J.G. Chayko at a spa retreat.
“And there it is laid bare at our feet, that awful expectation that we should look as sick as we feel. Let’s face it, most days I don’t look sick. And you know what? I’m fine with that.”
Recently I saw a post on social media that was just mindboggling. Apparently, a disability claim was denied because a patient’s social media page showed pictures of her smiling and “engaging in life”. I was astounded. I couldn’t believe I was actually reading something so ridiculous. Since when did people with chronic illness lose their right to have any moments of joy in their lives?
I have always taken each day and lived it the best way that I can in spite of what RA chooses to throw at me. Instead of wallowing in my disease, I choose to focus on the positive things in my life, and one of those positives is that I don’t have to look as miserable as I feel. The challenge that patients with RA and other chronic illness face is that we don’t “look sick”. And why should we have too?

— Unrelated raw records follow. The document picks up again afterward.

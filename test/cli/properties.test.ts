import fc from "fast-check";
import { describe, expect, it } from "vitest";
import { OPTIONS } from "../../src/cli/options.ts";
import { runCli } from "../../src/cli/run.ts";
import { fakeIo } from "./fake-io.ts";

const LP = ["design", "--response", "lowpass", "--pass", "1k", "--pass-loss", "0.5", "--stop", "5k", "--stop-atten", "50"];

/** The contract of every run: no exception, exit 0, 1 or 2, no stack trace; a failure says why on stderr, every line prefixed. */
function checkRun(argv: readonly string[]): number {
  const io = fakeIo({ "s.json": JSON.stringify({ response: "highpass", passband: { edgeHz: 300, maxLossDb: 1 }, stopband: { edgeHz: 60, minAttenuationDb: 30 } }) });
  let code: number | undefined;
  expect(() => {
    code = runCli(argv, io);
  }).not.toThrow();
  expect([0, 1, 2]).toContain(code);
  const all = io.out + io.err;
  expect(all).not.toMatch(/\n\s+at \S/);
  expect(all).not.toMatch(/\b(TypeError|ReferenceError|RangeError)\b/);
  expect(io.err).not.toContain("internal error");
  if (code === 2) {
    expect(io.err).not.toBe("");
    for (const line of io.err.trimEnd().split("\n")) expect(line).toMatch(/^(filterwright: |wrote )/);
  }
  return code as number;
}

const names = OPTIONS.map((o) => o.name);
const value = fc.oneof(
  fc.constantFrom("1k", "2k", "5k", "300,3.4k", "0.5", "50", "6", "-1", "0", "0x4", "1e5", "10M", "2%", "95%", "3", "1_0", "NaN", "Infinity", " ", "", "-", "6dB", "-2k", "4k7"),
  fc.constantFrom("lowpass", "highpass", "bandpass", "lowpas", "butterworth", "elliptic", "auto", "E12", "e24", "normal", "ideal", "hydrophone", "mfb-lowpass", "auto,auto", "x.json", "s.json"),
  fc.string({ maxLength: 6 }),
);
const token = fc.oneof(
  { weight: 4, arbitrary: fc.constantFrom(...names).map((n) => `--${n}`) },
  { weight: 2, arbitrary: fc.tuple(fc.constantFrom(...names), value).map(([n, v]) => `--${n}=${v}`) },
  { weight: 4, arbitrary: value },
  { weight: 1, arbitrary: fc.constantFrom("design", "demo", "topologies", "help", "-h", "-q", "--", "--=", "---pass", "--pass-los") },
);

describe("runCli on random argument vectors", () => {
  it("never throws, exits 0, 1 or 2, never prints a stack trace (vectors of known flags and values)", () => {
    fc.assert(fc.property(fc.array(token, { maxLength: 10 }), (argv) => void checkRun(argv)), { numRuns: 150, seed: 4242 });
  });

  it("the same after a complete spec, so that some vectors reach the design and the outputs", () => {
    const codes: number[] = [];
    fc.assert(fc.property(fc.array(token, { maxLength: 4 }), (tail) => void codes.push(checkRun([...LP, ...tail]))), { numRuns: 40, seed: 777 });
    // The vectors must exercise the design and its outputs too, not only the refusals.
    expect(codes.filter((c) => c !== 2).length).toBeGreaterThanOrEqual(5);
  });

  it("the same for vectors of arbitrary strings", () => {
    fc.assert(fc.property(fc.array(fc.string({ maxLength: 12 }), { maxLength: 8 }), (argv) => void checkRun(argv)), { numRuns: 300, seed: 99 });
  });

  it("a flag that takes no value refuses any value, naming itself", () => {
    const flags = OPTIONS.filter((o) => o.kind === "none").map((o) => o.name);
    fc.assert(
      fc.property(fc.constantFrom(...flags), fc.string({ maxLength: 8 }), (flag, v) => {
        const io = fakeIo();
        expect(runCli([...LP, `--${flag}=${v}`], io)).toBe(2);
        expect(io.err).toContain(`--${flag}`);
        expect(io.out).toBe("");
      }),
      { numRuns: 100, seed: 5 },
    );
  });

  it("--order takes only whole numbers written as digits", () => {
    const notDigits = fc.oneof(
      fc.integer({ min: 1, max: 16 }).map((n) => `0x${n.toString(16)}`),
      fc.integer({ min: 1, max: 16 }).map((n) => `0o${n.toString(8)}`),
      fc.integer({ min: 1, max: 16 }).map((n) => `${n}.5`),
      fc.integer({ min: 1, max: 16 }).map((n) => `${n}e0`),
      fc.string({ maxLength: 6 }).filter((s) => !/^\s*[+-]?\d+\s*$/.test(s)),
    );
    fc.assert(
      fc.property(notDigits, (text) => {
        const io = fakeIo();
        expect(runCli([...LP, "--order", text], io)).toBe(2);
        expect(io.err).toMatch(/^filterwright: --order/);
        expect(io.out).toBe("");
      }),
      { numRuns: 150, seed: 16 },
    );
  });
});
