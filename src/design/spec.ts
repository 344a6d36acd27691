/**
 * The filter specification: what an engineer asks for, in hertz and decibels,
 * and its validation into one canonical internal form.
 *
 * Validation collects every problem it finds (with the dotted path of each
 * field) and throws them together as one {@link SpecError}, so a user fixes a
 * spec in one pass instead of one error at a time.
 *
 * Defaults that are rules of thumb rather than published values are marked
 * "common practice, no source".
 *
 * @module
 */
import { FilterwrightError, InvalidArgumentError, SpecError, type Issue } from "../errors.ts";
import type { OpAmpModel } from "../circuit/types.ts";
import { FAMILY_NAMES, type FamilyName } from "../approx/index.ts";
import { SERIES_NAMES, seriesTolerance, type SeriesName } from "../parts/index.ts";
import { parseValue } from "../units/index.ts";
import { getTopology, topologies } from "../topologies/index.ts";

/** The four responses a filter can have. */
export type ResponseType = "lowpass" | "highpass" | "bandpass" | "bandstop";

/**
 * How the family is chosen when the spec does not name one:
 * - `fewest-op-amps`: the family whose circuit needs the fewest op-amps, then
 *   the fewest stages (ties go to the candidate with the most room for part
 *   rounding). Op-amps are what a board pays for in parts, power and noise,
 *   so this is the default;
 * - `fewest-stages`: the family that meets the mask with the fewest stages
 *   (second-order sections), then the fewest op-amps; a notch section built
 *   as a multi-amplifier stage still counts as one stage;
 * - `flattest-delay`: the family whose passband group delay varies least;
 * - `monotonic`: the fewest stages among families with a monotonic passband
 *   (Butterworth, Legendre, Bessel, Chebyshev II).
 */
export type FamilyPriority = "fewest-op-amps" | "fewest-stages" | "flattest-delay" | "monotonic";

/** Sign requirement on the passband gain. */
export type Polarity = "non-inverting" | "inverting" | "either";

/** A frequency, resistance or capacitance: a number in SI units, or a string in engineering notation (`"20k"`, `"4k7"`, `"100n"`). */
export type Quantity = number | string;

/** One band edge (lowpass, highpass) or a pair of edges (bandpass, bandstop), low edge first. */
export type EdgeInput = Quantity | readonly [Quantity, Quantity];

/** The passband of the spec. */
export interface PassbandSpec {
  /** Passband edge in Hz (lowpass, highpass) or the two edges `[low, high]` (bandpass, bandstop). */
  readonly edgeHz: EdgeInput;
  /** Largest loss allowed anywhere in the passband, in dB, relative to the passband's highest level (> 0). */
  readonly maxLossDb: number;
  /**
   * Highpass and bandstop only: the highest frequency, Hz, up to which the
   * upper passband is checked (every real op-amp ends a passband somewhere).
   * @defaultValue 100 times the upper passband edge
   */
  readonly topHz?: Quantity;
}

/** The stopband of the spec. */
export interface StopbandSpec {
  /** Stopband edge in Hz (lowpass, highpass) or the two edges `[low, high]` (bandpass, bandstop). */
  readonly edgeHz: EdgeInput;
  /** Smallest attenuation allowed anywhere in the stopband, in dB, relative to the passband's highest level. */
  readonly minAttenuationDb: number;
}

/** The passband gain: give `db` or `vPerV` (not both). */
export interface GainSpec {
  /** Passband gain in dB (the magnitude; use `polarity` for the sign). */
  readonly db?: number;
  /** Passband gain in V/V; a negative value asks for an inverting filter. */
  readonly vPerV?: number;
  /**
   * Sign requirement.
   * @defaultValue `"inverting"` when `vPerV` is negative, otherwise `"either"`
   */
  readonly polarity?: Polarity;
  /**
   * How far the as-built passband level may sit from the requested gain, in dB
   * (common practice, no source).
   * @defaultValue 0.25
   */
  readonly toleranceDb?: number;
}

/** Preferred-value series and value windows for the parts. */
export interface PartsSpec {
  /**
   * Series for capacitors.
   * @defaultValue `"E12"`
   */
  readonly capacitorSeries?: SeriesName;
  /**
   * Series for resistors.
   * @defaultValue `"E96"`
   */
  readonly resistorSeries?: SeriesName;
  /**
   * Capacitor tolerance as a fraction (0.02 for 2 %): what the BOM asks for
   * and what tolerance analysis assumes. Stock C0G/NP0 capacitors come in
   * E12 values at 1 %, 2 % and 5 %, so a tight filter need not accept the
   * series' usual 10 %.
   * @defaultValue the usual tolerance of `capacitorSeries` (E12: 0.1)
   */
  readonly capacitorTolerance?: number;
  /**
   * Resistor tolerance as a fraction (0.001 for 0.1 %).
   * @defaultValue the usual tolerance of `resistorSeries` (E96: 0.01)
   */
  readonly resistorTolerance?: number;
  /**
   * Smallest resistor wanted, ohms (common practice, no source: below about 1 kΩ
   * op-amp output current and distortion grow).
   * @defaultValue 1000
   */
  readonly resistorMinOhm?: Quantity;
  /**
   * Largest resistor wanted, ohms (common practice, no source: above about
   * 100 kΩ resistor noise and bias-current offsets grow).
   * @defaultValue 100000
   */
  readonly resistorMaxOhm?: Quantity;
  /**
   * Smallest capacitor considered, farads (common practice, no source: below
   * about 100 pF board and op-amp input capacitance matter).
   * @defaultValue 1e-10
   */
  readonly capacitorMinF?: Quantity;
  /**
   * Largest capacitor considered, farads (common practice, no source: film
   * capacitors above about 10 µF are large and costly).
   * @defaultValue 1e-5
   */
  readonly capacitorMaxF?: Quantity;
}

Here’s the deal: just like everyone else, we have good days and we have bad days. Just because we struggle with a chronic condition doesn’t mean we don’t deserve moments of happiness and wellness; it doesn’t mean that we can’t look good and even dress ourselves up every once in a while; it doesn’t mean that we don’t deserve a break from the challenges of our lives, just like everyone else.
A piece I wrote for Creaky Joints a few years ago is all about escaping the expectation that I should look as miserable as I feel. I prefer to empower myself against disease, not surrender to it. And in spite of what the world presumes I hope we all have moments of joy and achievement, that we can live life on our terms and one day change the view of chronic illness.
Here is the article:
If Arthritis is invisible, I’m Down with That
The darkness arrives swiftly in the dusky transition between autumn and winter, casting the vivid crimson and orange leaves of the season into the shadow of blue eventide. Long nights and short days make it difficult to see a pedestrian strolling in the dark, or the metallic glow of a street sign hidden in overgrowth. The sallow pall of the streetlamps withdraw into the gloomy mist of twilight and we curl into our dark coats and wool scarves, shielding ourselves from cold stormy days. The sun disappears behind the mountains, covering the land in deep shadow and masking our ability to see. But there are some things that are still hidden even in the light.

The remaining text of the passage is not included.